How Medicare Covers Preventive Services

Medicare covers many preventive services. Whether you have Original Medicare (Parts A and B) or a Medicare Advantage Plan (Private Medicare Health Plan).

Expanded Preventive Services under the Affordable Care Act

The Affordable Care Act (ACA) has improved coverage for seniors by expanding the number of no-charge Medicare preventive and wellness services—that is, visits with no applicable Part B deductible or coinsurance. For many seniors this means no longer having to delay check-ups and preventive care like cancer screenings, flu shots, and vaccines.

The ACA is also helping to close the Part D prescription drug “donut hole,” a coverage gap that, when reached, means seniors must pay out of pocket for prescription drugs. Year by year the ACA is narrowing this coverage gap, until 2020 when it will disappear. Once the coverage gap is closed, seniors will pay only their normal drug copayments.

Medicare-Covered Preventive Services

Those with Original Medicare (Parts A and B) will have no coinsurance or deductible for certain preventive services recommended by the U.S. Preventive Services Task Force, as long as the doctor accepts Medicare assignment. Accepting Medicare assignment means the doctor agrees to be paid directly by Medicare and accept the amount that Medicare pays, and that he/she agrees not to bill patients for more than the Medicare deductible or coinsurance amount.

Here’s a sampling of some of the no-charge Medicare preventive services:

  • Abdominal aortic aneurysm screening—there is no charge for this test as long as the doctor accepts Medicare assignment.
  • Bone density measurement—there is no charge for this test as long as the doctor accepts Medicare assignment.
  • Diabetes screening—Medicare will cover certain tests at no charge for those with specific risk factors for diabetes, such as high blood pressure and obesity.
  • Screening mammograms—Medicare will cover a screening mammogram at no charge, as long as the doctor takes Medicare assignment.
  • Wellness visits—there is no charge for the “Welcome to Medicare” preventive visit or the yearly “wellness” visit if the doctor accepts Medicare assignment. Note that if your doctor performs additional tests or services during the same visit that aren’t part of the no-charge preventive benefits, you will have to pay any applicable coinsurance and deductible.

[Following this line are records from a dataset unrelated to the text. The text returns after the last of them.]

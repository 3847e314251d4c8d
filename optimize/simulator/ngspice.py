"""Running ngspice on exported testbenches and reading back what they measured."""

from __future__ import annotations

import shutil
import subprocess
from pathlib import Path

import numpy as np

from ampfront.optimize.outputs.netlist import RESULT_TAG

# What a testbench prints, in the units it prints them, and the front.csv column each checks.
MEASURED = {"gain_db": ("gain_db", 1.0), "gbw_hz": ("gbw_hz", 1.0),
            "phase_margin_deg": ("phase_margin_deg", 1.0), "supply_current_ua": ("supply_current_a", 1e-6),
            "noise_1hz_nv_rthz": ("noise_1hz_v_rthz", 1e-9), "noise_100hz_nv_rthz": ("noise_100hz_v_rthz", 1e-9),
            "cm_gain_db": ("cm_gain_db", 1.0),
            "supply_gain_db": ("supply_gain_db", 1.0)}


class SpiceError(Exception):
    """ngspice is missing, failed, or did not print the measurements."""


def ngspice() -> str:
    found = shutil.which("ngspice")
    if not found:
        raise SpiceError("ngspice is not installed (Debian/Ubuntu: apt-get install ngspice)")
    return found


def simulate(testbench: Path, timeout: float = 120.0) -> dict[str, float]:
    """Run one testbench in its own folder; return the values it printed, SI units."""
    proc = subprocess.run([ngspice(), "-b", testbench.name], cwd=testbench.parent, capture_output=True,
                          text=True, timeout=timeout)
    values: dict[str, float] = {}
    for line in proc.stdout.splitlines():
        if line.startswith(RESULT_TAG):
            parts = line.split()
            try:
                values[parts[1]] = float(parts[2])
            except (IndexError, ValueError):
                continue
    missing = [k for k in MEASURED if k not in values]
    if proc.returncode != 0 or missing:
        tail = (proc.stderr or proc.stdout).strip().splitlines()[-3:]
        raise SpiceError(f"{testbench}: ngspice exit {proc.returncode}, missing {missing}: {' | '.join(tail)}")
    out = {column: values[key] * scale for key, (column, scale) in MEASURED.items()}
    out["cmrr_db"] = out["gain_db"] - out.pop("cm_gain_db")
    out["psrr_db"] = out["gain_db"] - out.pop("supply_gain_db")
    return out


# Where the swept gain has fallen this far below mid-scale the output stage has left saturation: the gain
# of a class-AB stage drifts by several dB with load current inside its swing, and collapses outside it.
SWING_GAIN_DROP_DB = 20.0


def simulate_swing(testbench: Path, data_file: str, v_cm: float, timeout: float = 120.0) -> dict[str, float]:
    """Run a swing testbench; return the open-loop gain at mid-scale (dB) read from the sweep, and the
    lowest and highest output levels (V) out to which the gain is still within SWING_GAIN_DROP_DB of it.

    The inverter's feedback network halves the loop gain: with s = dVout/dVset, A = -2 s / (1 + s).
    """
    proc = subprocess.run([ngspice(), "-b", testbench.name], cwd=testbench.parent, capture_output=True,
                          text=True, timeout=timeout)
    data = testbench.parent / data_file
    if proc.returncode != 0 or not data.is_file():
        tail = (proc.stderr or proc.stdout).strip().splitlines()[-3:]
        raise SpiceError(f"{testbench}: ngspice exit {proc.returncode}: {' | '.join(tail)}")
    v_set, v_out = np.loadtxt(data, ndmin=2)[:, :2].T
    slope = np.gradient(v_out, v_set)
    with np.errstate(divide="ignore", invalid="ignore"):
        gain = np.abs(-2 * slope / (1 + slope))
    mid = int(np.argmin(np.abs(v_set - v_cm)))
    linear = gain >= gain[mid] * 10 ** (-SWING_GAIN_DROP_DB / 20)
    # The outermost linear points on either side of mid-scale: a class-AB stage's gain can dip near its
    # quiescent point (both output devices at low current) and rise again as one of them takes the load.
    # The set point rises as the output falls.
    lo = int(np.flatnonzero(linear[:mid + 1])[0])
    hi = mid + int(np.flatnonzero(linear[mid:])[-1])
    return {"gain_db": float(20 * np.log10(gain[mid])), "out_low_v": float(v_out[hi]),
            "out_high_v": float(v_out[lo])}
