def characterize_all(out: Path, library: str, corner: str, temperature: float, nmos: str, pmos: str,
                     lengths: str, flicker: bool, overwrite: bool, bar=None) -> list[Path]:
    """Validate everything, check the destination, then sweep both devices and (optionally) measure flicker.
    Every file is staged and moved into place whole."""
    from importlib.metadata import version

    from ampfront.optimize.simulator import flicker as flicker_noise
    from ampfront.optimize.simulator.ngspice import ngspice
    from ampfront.topologies.process.libraries import model_library
    from ampfront.topologies.process.tables import DeviceTable

    grid = _options(library, corner, temperature, nmos, pmos, lengths)
    if flicker and len(grid.lengths) < 2:
        # Flicker biases are read from the new tables, which interpolate in L between characterized lengths.
        raise InputError("characterize", "--lengths", "at least two lengths with flicker (or --no-flicker)", lengths)
    ngspice()
    lib = model_library(library, corner)
    tables = {p: out / f"{d}__{corner}__{temperature:g}C.npz" for p, d in (("n", nmos), ("p", pmos))}
    flicker_file = out / f"flicker__{corner}__{temperature:g}C.json"
    _writable(out, list(tables.values()) + ([flicker_file] if flicker else []), overwrite)
    spice_version, tool = ngspice_version(), version("ampfront")
    written = []
    for polarity, device in (("n", nmos), ("p", pmos)):
        task = bar.add_task(device, total=len(grid.lengths)) if bar else None
        characterize(lib, device, polarity, corner, temperature, grid, tables[polarity], spice_version, tool,
                     progress=(lambda: bar.advance(task)) if bar else None)
        written.append(tables[polarity])
    if flicker:
        loaded = {"n": DeviceTable(tables["n"]), "p": DeviceTable(tables["p"])}
        written.append(flicker_noise.write(lib, loaded, corner, temperature, flicker_file,
                                           {"ngspice": spice_version, "ampfront": tool}))
    return written
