"""Agreement over whole fronts, from the check.csv files `ampfront check --designs all` leaves.

    python -m ampfront.optimize.simulator.campaign RESULT_DIR [RESULT_DIR ...] > table.md

Per topology and figure: how many designs, the median and 95th percentile of the error the check judges
(absolute in dB, degrees and percentage points; relative otherwise; for the swing ends, how far the model
claims beyond the DC sweep), the median signed difference simulation - model (the model's bias), and how
many designs fall outside the check's bound. A campaign over every design is minutes to hours of ngspice,
so it is run by hand and its numbers written down, not run in the test suite.
"""

from __future__ import annotations

import sys
from pathlib import Path

import numpy as np
import pandas as pd

from ampfront.optimize.simulator.ledger import NAME, read
from ampfront.optimize.simulator.verdict import AGREES, DISAGREES, FIGURES
from ampfront.topologies.catalog import AGREEMENT, METRICS

ORDER = [m for figures in FIGURES.values() for m in figures]


def load(folders) -> pd.DataFrame:
    parts = []
    for folder in folders:
        rows = pd.DataFrame(read(Path(folder) / NAME))
        if not rows.empty:
            parts.append(rows.assign(study=Path(folder).name))
    return pd.concat(parts, ignore_index=True) if parts else pd.DataFrame()


def _signed(rows: pd.DataFrame) -> pd.Series:
    """simulated - model, relative for the figures the check compares relatively."""
    diff = rows["simulated"] - rows["model"]
    metric = rows["metric"].iloc[0]
    rel = metric in AGREEMENT and next(iter(AGREEMENT[metric].values()))[0] == "rel"
    return diff / rows["model"].abs() if rel else diff


def table(rows: pd.DataFrame) -> pd.DataFrame:
    judged = rows[rows["status"].isin([AGREES, DISAGREES])]
    out = []
    for (study, topology, metric), g in judged.groupby(["study", "topology", "metric"], sort=True):
        err = g["error"].to_numpy(float)
        out.append({"study": study, "topology": topology, "metric": metric, "n": len(g),
                    "median": float(np.median(err)), "p95": float(np.percentile(err, 95)),
                    "max": float(np.max(err)), "bias": float(np.median(_signed(g))),
                    "outside": int((g["status"] == DISAGREES).sum()),
                    "misses_spec": int((g["meets_spec"] == "no").sum())})
    t = pd.DataFrame(out)
    t["order"] = t["metric"].map({m: k for k, m in enumerate(ORDER)})
    return t.sort_values(["study", "topology", "order"]).drop(columns="order")


def _fmt(metric: str, value: float) -> str:
    if metric in FIGURES["swing"]:
        return f"{value * 1e3:+.0f} mV"
    mode = next(iter(AGREEMENT[metric].values()))[0]
    return f"{value:.1%}" if mode == "rel" else f"{value:.2f}"


def markdown(t: pd.DataFrame, rows: pd.DataFrame) -> str:
    lines = []
    failed = rows[~rows["status"].isin([AGREES, DISAGREES])].drop_duplicates(["design", "testbench"])
    for study, s in t.groupby("study", sort=False):
        designs = rows[rows["study"] == study]["design"].nunique()
        lines += [f"### {study}: {designs} front designs", "",
                  "| topology | figure | n | median | p95 | max | bias (sim - model) | outside bound | misses spec in sim |",
                  "|---|---|---|---|---|---|---|---|---|"]
        for _, r in s.iterrows():
            m = r["metric"]
            lines.append(f"| {r['topology']} | {METRICS[m].label} | {r['n']} | {_fmt(m, r['median'])} | "
                         f"{_fmt(m, r['p95'])} | {_fmt(m, r['max'])} | {_fmt(m, r['bias'])} | {r['outside']} | "
                         f"{r['misses_spec']} |")
        lost = failed[failed["study"] == study]
        if not lost.empty:
            lines.append("")
            lines.append("Not simulated: " + ", ".join(f"{k}: {n}" for k, n in lost["status"].value_counts().items()))
        lines.append("")
    return "\n".join(lines)


def main(argv: list[str]) -> None:
    rows = load(argv)
    if rows.empty:
        sys.exit("no check.csv rows in " + ", ".join(argv))
    print(markdown(table(rows), rows))


if __name__ == "__main__":
    main(sys.argv[1:])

Diagnostic vs. Screening Tests

It’s important to note that the distinction between screening tests and diagnostic tests. Many preventive screenings are covered by Medicare at no charge. However, if your doctor makes a diagnosis during the visit/service or orders diagnostic tests because you have distinct symptoms of a condition or a history of that condition, you may have additional costs. For example, if a doctor performs a colonoscopy and removes a polyp during the procedure, the colonoscopy is then considered diagnostic, and costs will apply.

Medicare Advantage Plans

Those who have a Medicare Advantage plan should not be charged for preventive services that are free for people with Original Medicare, as long as they see an in-network provider. Going out of the network means that charges will typically apply.

Not all preventive screenings are no charge. Highlighted below are various preventive screenings and their costs (if applicable). Be sure to review the “Medicare & You” handbook for details about the cost for specific services, or contact us (Backlink to the contact us section) in order to determine whether Medicare will cover these services, since some are covered only once every few years, and then only if you meet specific criteria.

Get Expert Help Understanding Medicare

If you’re approaching eligibility for Medicare and have questions about the best option for you—Original Medicare versus Medicare Advantage—or you’re already a Medicare recipient but have questions about switching plans, the experts at CA Medicare can help. Call us today for answers to all your questions and assistance with Medicare enrollment.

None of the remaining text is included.